12 tips for an affordable plant-based diet in India

Before making the decision to adopt a plant-based diet, there were many concerns about whether I could afford it or not. The common myth is that plant-based alternatives to meat and dairy are expensive but I soon learned that there are many affordable plant-based options around us, once a little effort is put into identifying them.


Cut open coconut used to make plant-based alternatives to cooking oil and milk

 

1. Many affordable alternatives are healthier for you

An important step is replacing the everyday ingredients like milk, butter or ghee with easily available plant-based alternatives. In fact, cooking oils such as groundnut oil, olive oil etc. are healthier and more nutritious than ghee when used for cooking, while the use of coconut milk often enhances the flavour of many traditional recipes.

Aerial view of raw cashew nuts bought wholesale to make plant-based foods and ingredients 

2. Shop smarter by buying ingredients in bulk

As with regular grocery shopping, it is alway more economical to buy raw ingredients and prepare certain foods at home, rather than buy the finished product in store. With a little effort, you can save a lot of money by buying 1 kg of almonds, coconut or cashew that can be used to make almond milk, cashew butter etc. at home instead of buying them.

 

3.There’s more to vegetables than just salads

While salads are healthy and easy to make, there are many more ways in which vegetables can be savoured. If a delicious vegetable sabhji isn’t what you’re looking for, then enjoy some mouth watering street food recipes like Dahi Vada or Pav Bhaji for a plant-based treat.

 Vegan and dark chocolate cake made with coconut milk and other plant-based alternatives to dairy

4.Embrace your inner plant-based pastry chef

A combination of vegetable oil, water, and plant-based shortening can easily replace the need for butter, milk, and eggs in any recipe! These ingredients are affordable, easy to find, and yield excellent results no matter what you’re trying to bake. 

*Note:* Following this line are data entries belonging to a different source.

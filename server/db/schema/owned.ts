import { type AnySQLiteColumn, type SQLiteColumn, foreignKey, primaryKey, text } from 'drizzle-orm/sqlite-core';
import { producers } from './producers';

/** What every table of a producer starts with; `ownedKey` and `ownedRef` make the tenancy structural. */
export const owned = () => ({
  id: text().notNull(),
  producerId: text()
    .notNull()
    .references(() => producers.id),
});

interface OwnedTable {
  id: SQLiteColumn;
  producerId: SQLiteColumn;
}

export const ownedKey = (table: OwnedTable) => primaryKey({ columns: [table.producerId, table.id] });

/** A reference that SQLite itself refuses when it points into another producer. */
export const ownedRef = (table: OwnedTable, column: AnySQLiteColumn, target: OwnedTable) =>
  foreignKey({
    columns: [table.producerId, column] as [AnySQLiteColumn, AnySQLiteColumn],
    foreignColumns: [target.producerId, target.id] as [AnySQLiteColumn, AnySQLiteColumn],
  });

Bonus tip: let your freshly baked plant-based goodies sit for 12-24 hours before eating (as hard as that may be!) so that internal moisture is distributed more evenly through it.

 

5.Chickpea over Chicken for affordable choice of protein 

Tofu, lentils, chickpeas, peanuts etc. can be incorporated into meals in so many different ways, offering more protein than meat for a fraction of the cost. These alternatives also help reduce the fat and cholesterol levels of meals.

 East Asian or Chinese stir fry dish made only from vegetables and plant-based foods

6.East Asian cuisine to the rescue

If you’re keen to order in or enjoy a meal at a restaurant, then East Asian cuisine is the way to go for some excellent plant-based preparations. Opt for a flavour-packed vegetable stir fry or an irresistible fried rice or noodle dish made with tofu, if you want to satisfy both your appetite and your wallet.

 

7.Nothing beats eating at home before you step out

Whether maintaining a plant-based diet or not, it will always be more affordable to enjoy a home-cooked meal instead of eating out. Rather than spending that exorbitant vegetarian main course dish, you can fill yourself up with a snack at home, prepared just the way you like it. You’ll be grateful when you can buy a week’s worth of groceries for the same price as that one dish at the restaurant.

 

8.Exercise your right to exercise right

Instead of opting for supplements, whey protein, chicken, eggs, etc. try preparing your own customised, clean protein powder by tossing your favourite plant-based protein sources into the mixer at home. There is no need to invest in expensive store-bought products when you can build muscle with the help of plant-based, natural sources of protein.

Vegetarian Burger and French Fries meal with cheese and dairy removed

9.Smile and say “No Cheese”

Go to your favorite restaurant, skim through the vegetarian section and customise to create a dish you can enjoy! While most restaurants are still familiarising themselves with plant-based options, it is easy to create them yourself by replacing dairy products in dishes with alternatives that you enjoy.

 

10.Explore what is available in the market 

If you don’t have the time to buy in bulk and prepare plant-based alternatives at home, then explore the many options available in the market today. You can find a good peanut curd or plant-based paneer to use in your cooking, or the perfect cashew cheese to grate on top of all your favourite savoury snacks.

 Fruit dessert made entirely with plant-based ingredients like chia seeds, exotic fruits and coconut milk

11.Indulgent alternatives can be an occasional treat

There are indulgent alternatives to dairy or meat in the market but these can serve as an occasional treat, just like you would splurge on a fancy meal at a restaurant. These alternatives generally include premium ingredients or are, so they can be saved for a special day.

 

12.Enjoy a low-cholesterol lifestyle 

Plant-based diets are known to be low cholesterol in nature. Our bodies produce enough cholesterol to meet our needs so a low cholesterol plant-based diet could be as good for your heart as it is for your wallet.

 

It may seem like an uphill journey but you have an exciting adventure ahead as you switch to a plant-based diet. Start slow, take your time, and soon your diet and conscience will lead the way!